Paul Bradly is a Data Mining Engineer at digiMine, Inc. His focus is on the integration and architecture of data mining services. He received his Ph.D. from the University of Wisconsin in 1998 on the topic of mathematical programming and data mining. Prior to joining digiMine, he was a researcher in the Data Management, Exploration and Mining Group at Microsoft Research. Research interests include classification and clustering algorithms; underlying mathematical programming formulations; and issues related to scalability. While at Microsoft Research, he worked on data mining components shipping with SQL Server and Commerce Server.

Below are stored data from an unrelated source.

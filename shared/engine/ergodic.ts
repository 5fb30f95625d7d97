/**
 * Ergodic fundamental matrix and every single-starter total (identity 3).
 *
 *   G = (I - P + 1 u^T)^-1 with u = 1/n,  pi^T = u^T G,
 *   H(i, j) = (G_jj - G_ij) / pi_j   (i != j),
 *   total({j}) = sum_i H(i, j) = (n G_jj - sum_i G_ij) / pi_j.
 * With u = pi this is Kemeny and Snell's Z (Aldous & Fill, Reversible Markov Chains, ch. 2);
 * any u with u^T 1 = 1 gives the same hitting times (Hunter, "Simple procedures for finding
 * mean first passage times in Markov chains", 2007). One dense inverse: 2 n^3 flops.
 * Requires one closed class (the chain may have transient people); transient people get an
 * infinite single-starter total because the closed class never reaches them.
 */
import { EngineError } from './errors';
import { invertInPlace, invertSymmetricInPlace } from './linalg/dense';
import { classStructure } from './reachability';
import type { PreparedRoom } from './room';
import { denseWalk } from './walk';

export interface ErgodicData {
  readonly n: number;
  /** Generalised fundamental matrix, row-major n x n (laziness not applied). */
  readonly g: Float64Array;
  /** Stationary distribution (0 on transient people). */
  readonly pi: Float64Array;
  /** total({j}) per person, laziness applied; Infinity for transient people. */
  readonly singleTotals: Float64Array;
  /** 1 / (1 - laziness): the factor already applied to singleTotals. */
  readonly scale: number;
}

/** Fundamental data of a walk matrix p1 (row-major, stochastic). */
export function ergodicFromWalk(p1: Float64Array, n: number, scale = 1): ErgodicData {
  return generalErgodicFinish(invertInPlace(generalErgodicMatrix(p1, n), n), n, scale);
}

function columnSums(g: Float64Array, n: number): Float64Array {
  const colSum = new Float64Array(n);
  for (let i = 0; i < n; i++) {
    const r = i * n;
    for (let j = 0; j < n; j++) colSum[j] += g[r + j];
  }
  return colSum;
}

function withTotals(g: Float64Array, pi: Float64Array, colSum: Float64Array, n: number, scale: number): ErgodicData {
  const singleTotals = new Float64Array(n);
  for (let j = 0; j < n; j++) singleTotals[j] = pi[j] > 0 ? (scale * (n * g[j * n + j] - colSum[j])) / pi[j] : Infinity;
  return { n, g, pi, singleTotals, scale };
}

/**
 * Undirected connected room without mixing: the walk is reversible, so with S = D^-1/2 W D^-1/2
 * and pi = d / vol, Z = D^-1/2 (I - S + sqrt(pi) sqrt(pi)^T)^-1 D^1/2 (Kemeny & Snell's Z, u = pi).
 * The middle matrix is symmetric positive definite: inverted by the sweep operator at half
 * the cost of Gauss-Jordan.
 */
export function ergodicSymmetric(room: PreparedRoom): ErgodicData {
  const m = symmetricErgodicMatrix(room);
  return symmetricErgodicFinish(room, invertSymmetricInPlace(m, room.n));
}

/** The symmetric positive definite matrix I - S + sqrt(pi) sqrt(pi)^T (row-major). */
export function symmetricErgodicMatrix(room: PreparedRoom): Float64Array {
  const { n, csr } = room;
  const d = csr.outStrength;
  let vol = 0;
  for (let i = 0; i < n; i++) vol += d[i];
  const sq = new Float64Array(n);
  for (let i = 0; i < n; i++) sq[i] = Math.sqrt(d[i]);
  const m = new Float64Array(n * n);
  for (let i = 0; i < n; i++) {
    const ri = i * n;
    const a = sq[i] / vol;
    for (let j = 0; j < n; j++) m[ri + j] = a * sq[j];
    m[ri + i] += 1;
    for (let e = csr.rowStart[i]; e < csr.rowStart[i + 1]; e++) m[ri + csr.col[e]] -= csr.weight[e] / (sq[i] * sq[csr.col[e]]);
  }
  return m;
}

/** Z from the inverse of symmetricErgodicMatrix (overwritten). */
export function symmetricErgodicFinish(room: PreparedRoom, inv: Float64Array): ErgodicData {
  const { n, csr } = room;
  const d = csr.outStrength;
  let vol = 0;
  for (let i = 0; i < n; i++) vol += d[i];
  const g = inv;
  for (let i = 0; i < n; i++) {
    const ri = i * n;
    const f = 1 / Math.sqrt(d[i]);
    for (let j = 0; j < n; j++) g[ri + j] *= f * Math.sqrt(d[j]);
  }
  const pi = new Float64Array(n);
  for (let i = 0; i < n; i++) pi[i] = d[i] / vol;
  return withTotals(g, pi, columnSums(g, n), n, 1 / (1 - room.laziness));
}

/** The matrix I - P + (1/n) 1 1^T of ergodicFromWalk (row-major). */
export function generalErgodicMatrix(p1: Float64Array, n: number): Float64Array {
  const a = new Float64Array(n * n);
  const u = 1 / n;
  for (let k = 0; k < n * n; k++) a[k] = u - p1[k];
  for (let i = 0; i < n; i++) a[i * n + i] += 1;
  return a;
}

/** Ergodic data from the inverse G of generalErgodicMatrix. */
export function generalErgodicFinish(g: Float64Array, n: number, scale: number): ErgodicData {
  const u = 1 / n;
  const pi = new Float64Array(n);
  const colSum = columnSums(g, n);
  let piSum = 0;
  for (let j = 0; j < n; j++) {
    let v = colSum[j] * u;
    if (v < 1e-14) v = 0; // transient people: pi is zero up to rounding
    pi[j] = v;
    piSum += v;
  }
  for (let j = 0; j < n; j++) pi[j] /= piSum;
  return withTotals(g, pi, colSum, n, scale);
}

/** True when the room's walk is reversible with every person recurrent (undirected, connected, no mixing). */
export function isReversibleErgodic(room: PreparedRoom, closedClasses: number): boolean {
  if (room.directed || room.mixing > 0 || closedClasses !== 1) return false;
  for (let i = 0; i < room.n; i++) if (!(room.csr.outStrength[i] > 0)) return false;
  return true;
}

/** Ergodic data of the room (laziness applied to totals). Throws when the room has several closed classes. */
export function ergodicData(room: PreparedRoom): ErgodicData {
  const cs = classStructure(room);
  if (cs.closedClasses.length !== 1) {
    throw new EngineError(
      'NO_FEASIBLE_PLAN',
      `No single starter can reach everyone: the room has ${cs.closedClasses.length} closed groups, each needs its own starter.`,
      { closedGroups: cs.closedClasses.length },
    );
  }
  if (isReversibleErgodic(room, 1)) return ergodicSymmetric(room);
  return ergodicFromWalk(denseWalk(room), room.n, 1 / (1 - room.laziness));
}

/** Hitting time H(i, j) in hops (laziness applied). */
export function hittingTime(e: ErgodicData, i: number, j: number): number {
  if (i === j) return 0;
  if (!(e.pi[j] > 0)) return Infinity;
  const n = e.n;
  return (e.scale * (e.g[j * n + j] - e.g[i * n + j])) / e.pi[j];
}

/** Full hitting-time matrix H (row-major, laziness applied). O(n^2). */
export function hittingTimes(e: ErgodicData): Float64Array {
  const n = e.n;
  const h = new Float64Array(n * n);
  for (let i = 0; i < n; i++) for (let j = 0; j < n; j++) h[i * n + j] = hittingTime(e, i, j);
  return h;
}

/** Kemeny's constant sum_j pi_j H(i, j) seen from start i (the same for every i). */
export function kemenyFrom(e: ErgodicData, i: number): number {
  let s = 0;
  for (let j = 0; j < e.n; j++) if (j !== i && e.pi[j] > 0) s += e.pi[j] * hittingTime(e, i, j);
  return s;
}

Sunita Sarawagi is assistant professor at the Indian Institute of Technology, Bombay. She received her Ph.D degree in 1996 from the University of California at Berkeley and was a research stagg member with the data mining group of IBM Almaden Research Center before joining IIT Bombay in 1999. Her research interests include database mining, OLAP and extended relational database systems. She has several publications in international conferences including a best paper award at the 1998 ACM SIGMOD conference. She has served as program committee member for SIGMOD, VLDB, and ICDE conferences and is an associate editor of the ACM SIGKDD newsletter and IEEE Data Engineering Bulletin.

Guest Editor

Kyoseok Shim is currently an Assistant Professor at Korea Advanced Institute of Science and Technology (KAIST) in Korea. Before joining KAIST, he was a member of technical staff (MTS) in Bell Laboratories in which he initiated and worked for the Serendip data mining project with Rajeev Rastogi. Before that, he was a research staff member of Quest Data Mining project at IBM Almaden Research Center. He also worked as a summer intern for two summers at Hewlett Packard Laboratories. He received B.S degree in Electrical Engineering from Seoul National University in 1986, and the MS and Ph.D. degrees in Computer Science from University of Maryland, College Park, in 1988 and 1993 respectively. He has been working in the area of data mining, data warehousing, query processing and query optimization, XML, and semi-structured data. He has been an Advisory Committee Member for ACM SIGKDD. He has also served as a program committee member on international conferences that include ICDE’97, KDD’98, SIGMOD’99, SIGKDD’99, VLDB’00 and SIGKDD’01. He did a data mining tutorial at CIKIM’99, ICDE’99, and SIGKDD’99 conferences. He was co-chair of the 1999 ACM SIGMOD Workshop on Research Issues in Data Mining and Knowledge Discovery.